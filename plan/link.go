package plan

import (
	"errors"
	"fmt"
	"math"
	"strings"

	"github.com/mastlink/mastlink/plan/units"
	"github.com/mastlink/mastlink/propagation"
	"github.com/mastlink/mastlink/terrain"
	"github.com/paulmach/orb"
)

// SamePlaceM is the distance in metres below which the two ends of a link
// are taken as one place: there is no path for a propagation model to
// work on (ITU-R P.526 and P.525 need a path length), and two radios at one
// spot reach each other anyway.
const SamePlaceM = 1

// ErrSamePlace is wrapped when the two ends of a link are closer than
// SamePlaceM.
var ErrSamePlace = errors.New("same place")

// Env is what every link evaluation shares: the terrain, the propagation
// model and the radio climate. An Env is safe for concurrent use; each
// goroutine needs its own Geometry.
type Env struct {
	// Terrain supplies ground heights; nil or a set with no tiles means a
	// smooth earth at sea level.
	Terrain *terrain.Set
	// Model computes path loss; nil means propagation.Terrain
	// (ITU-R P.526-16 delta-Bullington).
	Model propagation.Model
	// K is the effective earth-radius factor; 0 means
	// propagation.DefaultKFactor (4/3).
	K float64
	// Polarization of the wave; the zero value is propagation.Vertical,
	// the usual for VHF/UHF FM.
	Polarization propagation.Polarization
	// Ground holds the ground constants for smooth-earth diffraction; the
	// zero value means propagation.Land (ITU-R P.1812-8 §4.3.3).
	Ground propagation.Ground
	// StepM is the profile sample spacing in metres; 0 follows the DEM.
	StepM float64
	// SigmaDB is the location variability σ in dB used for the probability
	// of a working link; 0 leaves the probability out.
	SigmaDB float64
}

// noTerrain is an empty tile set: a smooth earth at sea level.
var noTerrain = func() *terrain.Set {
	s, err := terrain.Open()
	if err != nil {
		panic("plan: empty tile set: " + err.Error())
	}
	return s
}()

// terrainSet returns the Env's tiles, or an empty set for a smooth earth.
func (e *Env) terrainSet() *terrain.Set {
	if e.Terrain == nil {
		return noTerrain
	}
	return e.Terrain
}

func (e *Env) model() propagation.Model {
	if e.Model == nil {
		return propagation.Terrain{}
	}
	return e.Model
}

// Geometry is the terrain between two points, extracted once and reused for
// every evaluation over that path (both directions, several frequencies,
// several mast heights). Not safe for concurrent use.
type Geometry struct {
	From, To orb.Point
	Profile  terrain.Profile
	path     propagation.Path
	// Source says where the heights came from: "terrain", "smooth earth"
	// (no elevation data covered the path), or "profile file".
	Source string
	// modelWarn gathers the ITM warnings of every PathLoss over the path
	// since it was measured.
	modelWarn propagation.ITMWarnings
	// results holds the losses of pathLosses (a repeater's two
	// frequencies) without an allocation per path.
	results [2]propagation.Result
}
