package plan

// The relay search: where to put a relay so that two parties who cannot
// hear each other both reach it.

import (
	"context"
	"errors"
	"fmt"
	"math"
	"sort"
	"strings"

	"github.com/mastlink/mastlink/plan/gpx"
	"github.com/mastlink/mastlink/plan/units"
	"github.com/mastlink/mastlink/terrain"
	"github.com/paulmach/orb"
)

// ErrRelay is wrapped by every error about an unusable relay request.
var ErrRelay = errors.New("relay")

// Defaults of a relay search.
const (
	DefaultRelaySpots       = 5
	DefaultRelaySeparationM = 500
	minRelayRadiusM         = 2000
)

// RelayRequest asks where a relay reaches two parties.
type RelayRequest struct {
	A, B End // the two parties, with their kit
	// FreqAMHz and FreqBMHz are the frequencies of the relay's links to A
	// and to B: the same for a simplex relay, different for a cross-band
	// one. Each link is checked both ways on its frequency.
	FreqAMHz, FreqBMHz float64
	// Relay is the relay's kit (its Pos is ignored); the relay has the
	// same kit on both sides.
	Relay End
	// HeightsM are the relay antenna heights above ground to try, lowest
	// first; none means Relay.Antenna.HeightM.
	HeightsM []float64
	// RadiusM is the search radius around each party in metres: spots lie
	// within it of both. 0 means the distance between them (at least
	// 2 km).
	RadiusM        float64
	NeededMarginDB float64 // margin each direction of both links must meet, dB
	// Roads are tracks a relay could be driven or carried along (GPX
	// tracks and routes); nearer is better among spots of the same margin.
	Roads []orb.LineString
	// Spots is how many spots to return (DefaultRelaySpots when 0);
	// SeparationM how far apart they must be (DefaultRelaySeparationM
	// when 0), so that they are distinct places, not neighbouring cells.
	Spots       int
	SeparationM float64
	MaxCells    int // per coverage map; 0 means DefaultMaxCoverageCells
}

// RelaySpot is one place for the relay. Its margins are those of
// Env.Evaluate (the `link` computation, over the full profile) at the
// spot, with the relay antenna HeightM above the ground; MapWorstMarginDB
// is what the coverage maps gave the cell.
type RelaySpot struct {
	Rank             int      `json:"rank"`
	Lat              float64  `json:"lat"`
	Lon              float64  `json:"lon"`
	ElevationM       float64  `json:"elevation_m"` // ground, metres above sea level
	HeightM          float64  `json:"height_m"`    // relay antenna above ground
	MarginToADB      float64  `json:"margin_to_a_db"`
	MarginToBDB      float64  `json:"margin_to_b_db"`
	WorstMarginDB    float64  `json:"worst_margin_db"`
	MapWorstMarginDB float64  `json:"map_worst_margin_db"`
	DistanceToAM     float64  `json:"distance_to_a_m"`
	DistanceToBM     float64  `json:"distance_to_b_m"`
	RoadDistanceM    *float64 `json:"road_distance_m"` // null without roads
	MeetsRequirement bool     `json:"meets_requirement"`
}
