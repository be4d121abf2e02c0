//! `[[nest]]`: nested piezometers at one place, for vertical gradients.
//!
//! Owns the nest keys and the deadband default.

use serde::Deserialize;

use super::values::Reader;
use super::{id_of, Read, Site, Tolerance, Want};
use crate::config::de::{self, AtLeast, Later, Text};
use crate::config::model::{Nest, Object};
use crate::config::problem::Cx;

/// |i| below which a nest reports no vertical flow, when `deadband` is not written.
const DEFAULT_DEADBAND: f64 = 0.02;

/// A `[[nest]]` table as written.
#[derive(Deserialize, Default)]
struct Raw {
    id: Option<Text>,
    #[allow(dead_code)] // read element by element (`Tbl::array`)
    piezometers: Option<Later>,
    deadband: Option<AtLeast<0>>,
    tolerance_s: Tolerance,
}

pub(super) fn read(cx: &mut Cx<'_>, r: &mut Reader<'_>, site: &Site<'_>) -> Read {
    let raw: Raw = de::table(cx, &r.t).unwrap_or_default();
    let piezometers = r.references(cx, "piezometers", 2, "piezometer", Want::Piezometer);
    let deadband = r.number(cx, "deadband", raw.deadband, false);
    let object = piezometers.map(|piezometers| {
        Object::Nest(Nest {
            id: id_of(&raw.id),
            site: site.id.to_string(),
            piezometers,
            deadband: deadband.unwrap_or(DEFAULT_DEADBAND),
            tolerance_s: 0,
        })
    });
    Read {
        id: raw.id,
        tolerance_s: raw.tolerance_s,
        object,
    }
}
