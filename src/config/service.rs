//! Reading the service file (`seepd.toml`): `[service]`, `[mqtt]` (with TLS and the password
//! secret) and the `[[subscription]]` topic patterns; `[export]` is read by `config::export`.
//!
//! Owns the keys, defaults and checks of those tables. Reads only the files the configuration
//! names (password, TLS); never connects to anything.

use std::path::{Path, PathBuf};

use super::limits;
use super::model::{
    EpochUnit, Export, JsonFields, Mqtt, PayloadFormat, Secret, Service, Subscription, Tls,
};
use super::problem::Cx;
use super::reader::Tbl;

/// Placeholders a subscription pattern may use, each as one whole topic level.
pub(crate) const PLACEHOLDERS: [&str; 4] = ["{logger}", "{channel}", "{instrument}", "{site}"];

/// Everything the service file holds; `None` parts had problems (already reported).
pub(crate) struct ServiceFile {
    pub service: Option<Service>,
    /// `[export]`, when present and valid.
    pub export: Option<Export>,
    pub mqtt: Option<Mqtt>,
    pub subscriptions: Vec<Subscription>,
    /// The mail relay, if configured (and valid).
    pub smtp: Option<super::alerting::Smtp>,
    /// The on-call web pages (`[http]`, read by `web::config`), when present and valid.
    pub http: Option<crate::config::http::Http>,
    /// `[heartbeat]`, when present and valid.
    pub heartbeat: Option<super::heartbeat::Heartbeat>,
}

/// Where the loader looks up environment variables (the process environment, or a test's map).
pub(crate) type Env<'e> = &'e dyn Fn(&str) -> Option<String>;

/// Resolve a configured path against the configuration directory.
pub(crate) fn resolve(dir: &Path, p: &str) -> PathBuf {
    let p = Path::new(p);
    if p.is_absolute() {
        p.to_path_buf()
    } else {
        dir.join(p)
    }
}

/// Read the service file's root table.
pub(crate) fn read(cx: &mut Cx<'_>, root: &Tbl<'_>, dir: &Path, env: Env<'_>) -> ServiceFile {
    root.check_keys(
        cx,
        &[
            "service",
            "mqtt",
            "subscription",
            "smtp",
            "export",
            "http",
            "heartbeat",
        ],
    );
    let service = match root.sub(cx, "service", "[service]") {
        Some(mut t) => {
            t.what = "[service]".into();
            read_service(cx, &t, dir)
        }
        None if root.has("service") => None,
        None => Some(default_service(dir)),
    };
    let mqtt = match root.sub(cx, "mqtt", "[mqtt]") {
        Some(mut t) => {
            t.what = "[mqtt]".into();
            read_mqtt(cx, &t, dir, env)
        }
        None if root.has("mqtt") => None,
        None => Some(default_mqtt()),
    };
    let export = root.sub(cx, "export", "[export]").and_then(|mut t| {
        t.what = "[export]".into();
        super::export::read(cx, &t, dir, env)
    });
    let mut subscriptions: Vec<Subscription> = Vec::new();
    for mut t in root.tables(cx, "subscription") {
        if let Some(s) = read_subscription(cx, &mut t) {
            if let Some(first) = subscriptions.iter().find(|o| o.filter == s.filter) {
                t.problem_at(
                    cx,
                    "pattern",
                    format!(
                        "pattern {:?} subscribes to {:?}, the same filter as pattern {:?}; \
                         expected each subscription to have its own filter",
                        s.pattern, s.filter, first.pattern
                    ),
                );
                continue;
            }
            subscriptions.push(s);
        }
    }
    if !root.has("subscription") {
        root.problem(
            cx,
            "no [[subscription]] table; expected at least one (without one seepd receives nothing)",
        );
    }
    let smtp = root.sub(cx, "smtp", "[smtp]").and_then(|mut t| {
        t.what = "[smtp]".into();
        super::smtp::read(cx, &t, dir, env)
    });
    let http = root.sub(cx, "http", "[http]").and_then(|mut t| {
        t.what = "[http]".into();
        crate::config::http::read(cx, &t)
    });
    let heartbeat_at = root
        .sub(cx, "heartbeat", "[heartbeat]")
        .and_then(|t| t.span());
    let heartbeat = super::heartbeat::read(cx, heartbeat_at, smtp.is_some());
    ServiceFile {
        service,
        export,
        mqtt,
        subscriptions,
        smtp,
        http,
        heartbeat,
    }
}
---*---
**Task**:
From the entries above, say how many lines contain "FreqBMHz". Only the number is wanted.

**Final answer**:
2